(Stored data entries)
┏━━

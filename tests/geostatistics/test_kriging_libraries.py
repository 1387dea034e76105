"""Kriging against R's gstat (Pebesma 2004), GSTools (Mueller et al. 2022) and PyKrige, run live."""

from __future__ import annotations

import math
import shutil
import subprocess

import numpy as np
import pandas as pd
import pytest
from scipy.spatial.transform import Rotation

from sms_resource.geostatistics import (
    Neighbourhood,
    Structure,
    VariogramModel,
    leave_one_out,
    ordinary_kriging,
)

from .kriging_twin import scene

GSTAT_SHAPE = {"spherical": "Sph", "exponential": "Exp", "gaussian": "Gau"}
GSTAT_RANGE = {"spherical": 1.0, "exponential": 1.0 / 3.0, "gaussian": 1.0 / math.sqrt(3.0)}

ANISOTROPIC = VariogramModel(0.3, [Structure("spherical", 1.0, (60.0, 36.0, 12.0))], 60.0, 20.0, 35.0)
NESTED = VariogramModel(
    0.2,
    [
        Structure("spherical", 0.5, (25.0, 25.0, 25.0)),
        Structure("exponential", 0.7, (70.0, 35.0, 14.0)),
    ],
    azimuth=110.0,
)
GAUSSIAN = VariogramModel(0.1, [Structure("gaussian", 1.0, (40.0, 40.0, 8.0))], azimuth=30.0)

# name: model, samples nearest to use (0 = all), reach in metres, points along each side of a block (0 = points)
GSTAT_CASES = {
    "points": (ANISOTROPIC, 0, 0.0, 0),
    "nested": (NESTED, 0, 0.0, 0),
    "gaussian": (GAUSSIAN, 0, 0.0, 0),
    "blocks of 8": (NESTED, 0, 0.0, 2),
    "blocks of 64": (ANISOTROPIC, 0, 0.0, 4),
    "neighbourhood": (NESTED, 12, 45.0, 0),
    "neighbourhood and blocks": (ANISOTROPIC, 16, 50.0, 4),
}


def r_model(model):
    """The model in gstat's words: practical ranges and angles turned into its own."""
    text = None
    for item in model.structures:
        first, second, third = item.ranges
        angles = f"{model.azimuth}, {(360.0 - model.plunge) % 360.0}, {model.tilt}"
        call = (
            f'{item.sill}, "{GSTAT_SHAPE[item.shape]}", {first * GSTAT_RANGE[item.shape]!r}, '
            f"anis = c({angles}, {second / first!r}, {third / first!r})"
        )
        text = f"vgm({call}, nugget = {model.nugget})" if text is None else f"vgm({call}, add.to = {text})"
    return text


@pytest.fixture(scope="module")
def data():
    points, values, _holes, targets = scene(7, samples=60, targets=30, columns=1, missing=0.0)
    return points.round(3), values[:, 0].round(4), targets.round(3)


@pytest.fixture(scope="module")
def gstat(data, tmp_path_factory):
    """All cases in one session of R, for it takes seconds to start."""
    if shutil.which("Rscript") is None:
        pytest.skip("Rscript is not on this machine")
    if subprocess.run(["Rscript", "-e", "library(gstat)"], capture_output=True).returncode:
        pytest.skip("R's gstat is not on this machine")
    folder = tmp_path_factory.mktemp("gstat")
    points, values, targets = data
    pd.DataFrame(np.column_stack([points, values]), columns=list("xyzv")).to_csv(
        folder / "s.csv", index=False
    )
    pd.DataFrame(targets, columns=list("xyz")).to_csv(folder / "t.csv", index=False)
    lines = [
        "library(sp); library(gstat)",
        f's <- read.csv("{folder}/s.csv"); coordinates(s) <- ~x+y+z',
        f't <- read.csv("{folder}/t.csv"); coordinates(t) <- ~x+y+z',
        "out <- NULL",
    ]
    for name, (model, nearest, reach, count) in GSTAT_CASES.items():
        local = f", nmax = {nearest}, maxdist = {reach}" if nearest else ""
        midpoints = f", set = list(nblockdiscr = {count})" if count else ""
        block = ", block = c(4, 5, 2)" if count else ""
        lines += [
            f'g <- gstat(NULL, "v", v ~ 1, s, model = {r_model(model)}{local}{midpoints})',
            f"p <- predict(g, t{block}, debug.level = 0)",
            f'out <- rbind(out, data.frame(case = "{name}", estimate = p[[1]], variance = p[[2]]))',
        ]
    lines += [
        f"cv <- krige.cv(v ~ 1, s, model = {r_model(NESTED)}, nmax = 12, verbose = FALSE)",
        'out <- rbind(out, data.frame(case = "leave one out", estimate = cv$var1.pred, variance = cv$var1.var))',
        f'write.table(format(out, digits = 17), "{folder}/out.csv", row.names = FALSE, sep = ";")',
    ]
    (folder / "run.R").write_text("\n".join(lines))
    run = subprocess.run(["Rscript", str(folder / "run.R")], capture_output=True, text=True)
    assert run.returncode == 0, run.stderr
    return pd.read_csv(folder / "out.csv", sep=";", skipinitialspace=True)


@pytest.mark.parametrize("name", GSTAT_CASES)
def test_gstat(name, data, gstat):
    points, values, targets = data
    model, nearest, reach, count = GSTAT_CASES[name]
    road = Neighbourhood(reach, nearest, 1) if nearest else None
    block = {"block_size": (4, 5, 2), "discretisation": (count,) * 3} if count else {}
    result = ordinary_kriging(points, values, targets, model, road, **block)
    expected = gstat[gstat["case"].str.strip() == name]
    np.testing.assert_allclose(result.estimate, expected["estimate"], rtol=1e-8, atol=1e-8)
    np.testing.assert_allclose(result.variance, expected["variance"], rtol=1e-8, atol=1e-8)


def test_gstat_leave_one_out(data, gstat):
    points, values, _ = data
    frame = leave_one_out(points, values, NESTED, Neighbourhood(1e4, 12, 1), leave="sample")
    expected = gstat[gstat["case"].str.strip() == "leave one out"]
    np.testing.assert_allclose(frame["estimate"], expected["estimate"], rtol=1e-8)
    np.testing.assert_allclose(frame["variance"], expected["variance"], rtol=1e-8)


def euler(model):
    """Angles about z, y and x, in radians, that turn x, y, z onto the axes of the model."""
    major, semi, minor = model.axes
    return Rotation.from_matrix(np.column_stack([major, -semi, minor])).as_euler("zyx")


@pytest.mark.parametrize("model", [ANISOTROPIC, GAUSSIAN])
def test_gstools(model, data):
    gstools = pytest.importorskip("gstools")
    points, values, targets = data
    item = model.structures[0]
    # rescale turns the practical range into the length scale of each model of the library
    kind, rescale = {
        "spherical": (gstools.Spherical, 1.0),
        "gaussian": (gstools.Gaussian, math.sqrt(3.0)),
    }[item.shape]
    theirs = kind(
        dim=3,
        var=item.sill,
        len_scale=item.ranges[0],
        rescale=rescale,
        nugget=model.nugget,
        anis=[item.ranges[1] / item.ranges[0], item.ranges[2] / item.ranges[0]],
        angles=euler(model),
    )
    krige = gstools.krige.Ordinary(theirs, points.T, values, exact=True)
    estimate, variance = krige(targets.T, return_var=True)
    result = ordinary_kriging(points, values, targets, model)
    np.testing.assert_allclose(result.estimate, estimate, rtol=1e-9, atol=1e-9)
    np.testing.assert_allclose(result.variance, variance, rtol=1e-9, atol=1e-9)


@pytest.mark.parametrize("nearest", [None, 10])
def test_pykrige(nearest, data):
    pykrige = pytest.importorskip("pykrige.ok3d")
    points, values, targets = data
    model = VariogramModel(0.3, [Structure("exponential", 1.0, (60.0, 36.0, 12.0))], 60.0, 20.0, 35.0)
    item = model.structures[0]
    angle_z, angle_y, angle_x = np.degrees(euler(model))
    # its third axis is turned about x first, its scaling divides, and its exponential is exp(-3h/a)
    theirs = pykrige.OrdinaryKriging3D(
        *points.T,
        values,
        variogram_model="exponential",
        variogram_parameters={"psill": item.sill, "range": item.ranges[0], "nugget": model.nugget},
        anisotropy_scaling_y=item.ranges[0] / item.ranges[1],
        anisotropy_scaling_z=item.ranges[0] / item.ranges[2],
        anisotropy_angle_x=angle_x,
        anisotropy_angle_y=angle_y,
        anisotropy_angle_z=angle_z,
    )
    estimate, variance = theirs.execute("points", *targets.T, n_closest_points=nearest, backend="loop")
    # its moving window takes the nearest in the space of the variogram
    road = (
        None
        if nearest is None
        else Neighbourhood(
            tuple(1e4 * side for side in item.ranges), nearest, 1, azimuth=60.0, plunge=20.0, tilt=35.0
        )
    )
    result = ordinary_kriging(points, values, targets, model, road)
    np.testing.assert_allclose(result.estimate, np.asarray(estimate), rtol=1e-9, atol=1e-9)
    np.testing.assert_allclose(result.variance, np.asarray(variance), rtol=1e-9, atol=1e-9)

┗━━

§ **WORK REQUIRED**: Could you retype exactly the lines above, starting at the line that contains "# its moving" and ending at the line that contains "result = ordinary_kriging(points, values, targets, model, road)", and nothing more?

§ **WRITTEN SOLUTION**:
    # its moving window takes the nearest in the space of the variogram
    road = (
        None
        if nearest is None
        else Neighbourhood(
            tuple(1e4 * side for side in item.ranges), nearest, 1, azimuth=60.0, plunge=20.0, tilt=35.0
        )
    )
    result = ordinary_kriging(points, values, targets, model, road)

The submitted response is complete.